# Items from a data source

☆ ☆ ☆ ☆

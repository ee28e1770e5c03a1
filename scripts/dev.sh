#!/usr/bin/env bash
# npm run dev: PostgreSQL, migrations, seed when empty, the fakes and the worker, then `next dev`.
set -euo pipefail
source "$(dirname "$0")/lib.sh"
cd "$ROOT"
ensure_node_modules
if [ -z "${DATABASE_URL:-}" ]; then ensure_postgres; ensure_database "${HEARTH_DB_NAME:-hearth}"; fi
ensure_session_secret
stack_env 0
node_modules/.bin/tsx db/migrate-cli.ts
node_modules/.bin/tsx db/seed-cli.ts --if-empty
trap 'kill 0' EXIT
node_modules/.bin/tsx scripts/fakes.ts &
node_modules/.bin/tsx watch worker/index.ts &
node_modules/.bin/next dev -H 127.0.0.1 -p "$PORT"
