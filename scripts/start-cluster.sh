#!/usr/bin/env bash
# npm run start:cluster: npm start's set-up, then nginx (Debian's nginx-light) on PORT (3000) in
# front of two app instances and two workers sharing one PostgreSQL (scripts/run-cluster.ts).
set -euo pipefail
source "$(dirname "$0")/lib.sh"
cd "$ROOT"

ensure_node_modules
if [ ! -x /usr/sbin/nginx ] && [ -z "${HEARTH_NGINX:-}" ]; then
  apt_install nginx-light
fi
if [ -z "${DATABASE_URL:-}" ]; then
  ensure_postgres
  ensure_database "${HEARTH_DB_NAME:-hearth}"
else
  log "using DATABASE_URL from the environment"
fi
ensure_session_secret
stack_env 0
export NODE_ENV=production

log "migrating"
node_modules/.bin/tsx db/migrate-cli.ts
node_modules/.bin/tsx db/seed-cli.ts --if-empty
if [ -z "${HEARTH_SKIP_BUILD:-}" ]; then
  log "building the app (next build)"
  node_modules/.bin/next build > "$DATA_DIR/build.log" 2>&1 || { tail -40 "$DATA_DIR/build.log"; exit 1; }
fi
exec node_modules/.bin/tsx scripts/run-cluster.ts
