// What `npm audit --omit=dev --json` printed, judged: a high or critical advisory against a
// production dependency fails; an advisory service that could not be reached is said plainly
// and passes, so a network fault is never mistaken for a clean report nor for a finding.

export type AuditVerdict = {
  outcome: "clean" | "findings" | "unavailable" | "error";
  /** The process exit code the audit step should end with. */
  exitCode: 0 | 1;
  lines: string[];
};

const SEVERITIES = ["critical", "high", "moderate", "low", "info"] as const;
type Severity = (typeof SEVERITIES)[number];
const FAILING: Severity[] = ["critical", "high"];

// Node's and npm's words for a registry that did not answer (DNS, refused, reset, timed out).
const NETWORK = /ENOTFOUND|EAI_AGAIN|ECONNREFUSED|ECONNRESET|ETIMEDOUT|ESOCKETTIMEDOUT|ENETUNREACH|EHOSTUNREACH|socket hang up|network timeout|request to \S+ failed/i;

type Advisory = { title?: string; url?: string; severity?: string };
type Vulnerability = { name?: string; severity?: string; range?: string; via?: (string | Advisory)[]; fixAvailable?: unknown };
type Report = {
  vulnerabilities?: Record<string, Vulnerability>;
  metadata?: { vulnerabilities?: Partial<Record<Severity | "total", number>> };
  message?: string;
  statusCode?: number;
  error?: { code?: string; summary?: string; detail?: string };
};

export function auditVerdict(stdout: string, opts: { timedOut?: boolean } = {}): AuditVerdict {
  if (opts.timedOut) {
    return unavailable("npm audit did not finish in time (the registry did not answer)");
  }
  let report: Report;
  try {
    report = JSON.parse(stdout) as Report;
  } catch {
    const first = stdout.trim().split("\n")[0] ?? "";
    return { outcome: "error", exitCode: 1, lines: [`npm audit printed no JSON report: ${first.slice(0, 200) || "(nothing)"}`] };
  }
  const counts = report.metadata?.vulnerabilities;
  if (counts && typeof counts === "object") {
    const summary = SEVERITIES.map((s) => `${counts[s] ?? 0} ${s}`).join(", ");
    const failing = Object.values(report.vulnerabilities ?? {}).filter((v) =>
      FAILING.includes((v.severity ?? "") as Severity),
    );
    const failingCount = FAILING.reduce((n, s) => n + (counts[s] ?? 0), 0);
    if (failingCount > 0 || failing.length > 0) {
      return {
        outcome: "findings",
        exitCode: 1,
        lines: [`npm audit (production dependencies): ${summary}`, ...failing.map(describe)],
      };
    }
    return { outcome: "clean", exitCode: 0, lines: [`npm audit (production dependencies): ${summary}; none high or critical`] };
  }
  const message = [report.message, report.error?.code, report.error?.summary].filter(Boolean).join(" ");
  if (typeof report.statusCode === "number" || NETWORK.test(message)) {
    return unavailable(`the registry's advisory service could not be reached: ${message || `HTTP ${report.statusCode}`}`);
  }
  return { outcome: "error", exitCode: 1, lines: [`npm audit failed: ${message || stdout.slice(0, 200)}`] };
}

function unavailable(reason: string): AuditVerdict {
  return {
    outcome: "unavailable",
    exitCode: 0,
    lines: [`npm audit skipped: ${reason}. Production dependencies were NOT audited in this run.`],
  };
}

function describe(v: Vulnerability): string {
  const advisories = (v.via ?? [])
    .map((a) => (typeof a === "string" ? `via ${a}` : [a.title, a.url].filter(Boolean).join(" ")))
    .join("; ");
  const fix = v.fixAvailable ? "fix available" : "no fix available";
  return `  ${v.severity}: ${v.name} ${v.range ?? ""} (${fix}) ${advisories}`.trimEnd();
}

☆ ☆ ☆ ☆

# ACTIVITY
Make an exact copy of all the data.

# TASK OUTPUT
repository ee28e1770e5c03a1
filename scripts/dev.sh
#!/usr/bin/env bash
# npm run dev: PostgreSQL, migrations, seed when empty, the fakes and the worker, then `next dev`.
set -euo pipefail
source "$(dirname "$0")/lib.sh"
cd "$ROOT"
ensure_node_modules
if [ -z "${DATABASE_URL:-}" ]; then ensure_postgres; ensure_database "${HEARTH_DB_NAME:-hearth}"; fi
ensure_session_secret
stack_env 0
node_modules/.bin/tsx db/migrate-cli.ts
node_modules/.bin/tsx db/seed-cli.ts --if-empty
trap 'kill 0' EXIT
node_modules/.bin/tsx scripts/fakes.ts &
node_modules/.bin/tsx watch worker/index.ts &
node_modules/.bin/next dev -H 127.0.0.1 -p "$PORT"
filename scripts/start-cluster.sh
#!/usr/bin/env bash
# npm run start:cluster: npm start's set-up, then nginx (Debian's nginx-light) on PORT (3000) in
# front of two app instances and two workers sharing one PostgreSQL (scripts/run-cluster.ts).
set -euo pipefail
source "$(dirname "$0")/lib.sh"
cd "$ROOT"

ensure_node_modules
if [ ! -x /usr/sbin/nginx ] && [ -z "${HEARTH_NGINX:-}" ]; then
  apt_install nginx-light
fi
if [ -z "${DATABASE_URL:-}" ]; then
  ensure_postgres
  ensure_database "${HEARTH_DB_NAME:-hearth}"
else
  log "using DATABASE_URL from the environment"
fi
ensure_session_secret
stack_env 0
export NODE_ENV=production

log "migrating"
node_modules/.bin/tsx db/migrate-cli.ts
node_modules/.bin/tsx db/seed-cli.ts --if-empty
if [ -z "${HEARTH_SKIP_BUILD:-}" ]; then
  log "building the app (next build)"
  node_modules/.bin/next build > "$DATA_DIR/build.log" 2>&1 || { tail -40 "$DATA_DIR/build.log"; exit 1; }
fi
exec node_modules/.bin/tsx scripts/run-cluster.ts
// What `npm audit --omit=dev --json` printed, judged: a high or critical advisory against a
// production dependency fails; an advisory service that could not be reached is said plainly
// and passes, so a network fault is never mistaken for a clean report nor for a finding.

export type AuditVerdict = {
  outcome: "clean" | "findings" | "unavailable" | "error";
  /** The process exit code the audit step should end with. */
  exitCode: 0 | 1;
  lines: string[];
};

const SEVERITIES = ["critical", "high", "moderate", "low", "info"] as const;
type Severity = (typeof SEVERITIES)[number];
const FAILING: Severity[] = ["critical", "high"];

// Node's and npm's words for a registry that did not answer (DNS, refused, reset, timed out).
const NETWORK = /ENOTFOUND|EAI_AGAIN|ECONNREFUSED|ECONNRESET|ETIMEDOUT|ESOCKETTIMEDOUT|ENETUNREACH|EHOSTUNREACH|socket hang up|network timeout|request to \S+ failed/i;

type Advisory = { title?: string; url?: string; severity?: string };
type Vulnerability = { name?: string; severity?: string; range?: string; via?: (string | Advisory)[]; fixAvailable?: unknown };
type Report = {
  vulnerabilities?: Record<string, Vulnerability>;
  metadata?: { vulnerabilities?: Partial<Record<Severity | "total", number>> };
  message?: string;
  statusCode?: number;
  error?: { code?: string; summary?: string; detail?: string };
};

export function auditVerdict(stdout: string, opts: { timedOut?: boolean } = {}): AuditVerdict {
  if (opts.timedOut) {
    return unavailable("npm audit did not finish in time (the registry did not answer)");
  }
  let report: Report;
  try {
    report = JSON.parse(stdout) as Report;
  } catch {
    const first = stdout.trim().split("\n")[0] ?? "";
    return { outcome: "error", exitCode: 1, lines: [`npm audit printed no JSON report: ${first.slice(0, 200) || "(nothing)"}`] };
  }
  const counts = report.metadata?.vulnerabilities;
  if (counts && typeof counts === "object") {
    const summary = SEVERITIES.map((s) => `${counts[s] ?? 0} ${s}`).join(", ");
    const failing = Object.values(report.vulnerabilities ?? {}).filter((v) =>
      FAILING.includes((v.severity ?? "") as Severity),
    );
    const failingCount = FAILING.reduce((n, s) => n + (counts[s] ?? 0), 0);
    if (failingCount > 0 || failing.length > 0) {
      return {
        outcome: "findings",
        exitCode: 1,
        lines: [`npm audit (production dependencies): ${summary}`, ...failing.map(describe)],
      };
    }
    return { outcome: "clean", exitCode: 0, lines: [`npm audit (production dependencies): ${summary}; none high or critical`] };
  }
  const message = [report.message, report.error?.code, report.error?.summary].filter(Boolean).join(" ");
  if (typeof report.statusCode === "number" || NETWORK.test(message)) {
    return unavailable(`the registry's advisory service could not be reached: ${message || `HTTP ${report.statusCode}`}`);
  }
  return { outcome: "error", exitCode: 1, lines: [`npm audit failed: ${message || stdout.slice(0, 200)}`] };
}

function unavailable(reason: string): AuditVerdict {
  return {
    outcome: "unavailable",
    exitCode: 0,
    lines: [`npm audit skipped: ${reason}. Production dependencies were NOT audited in this run.`],
  };
}

function describe(v: Vulnerability): string {
  const advisories = (v.via ?? [])
    .map((a) => (typeof a === "string" ? `via ${a}` : [a.title, a.url].filter(Boolean).join(" ")))
    .join("; ");
  const fix = v.fixAvailable ? "fix available" : "no fix available";
  return `  ${v.severity}: ${v.name} ${v.range ?? ""} (${fix}) ${advisories}`.trimEnd();
}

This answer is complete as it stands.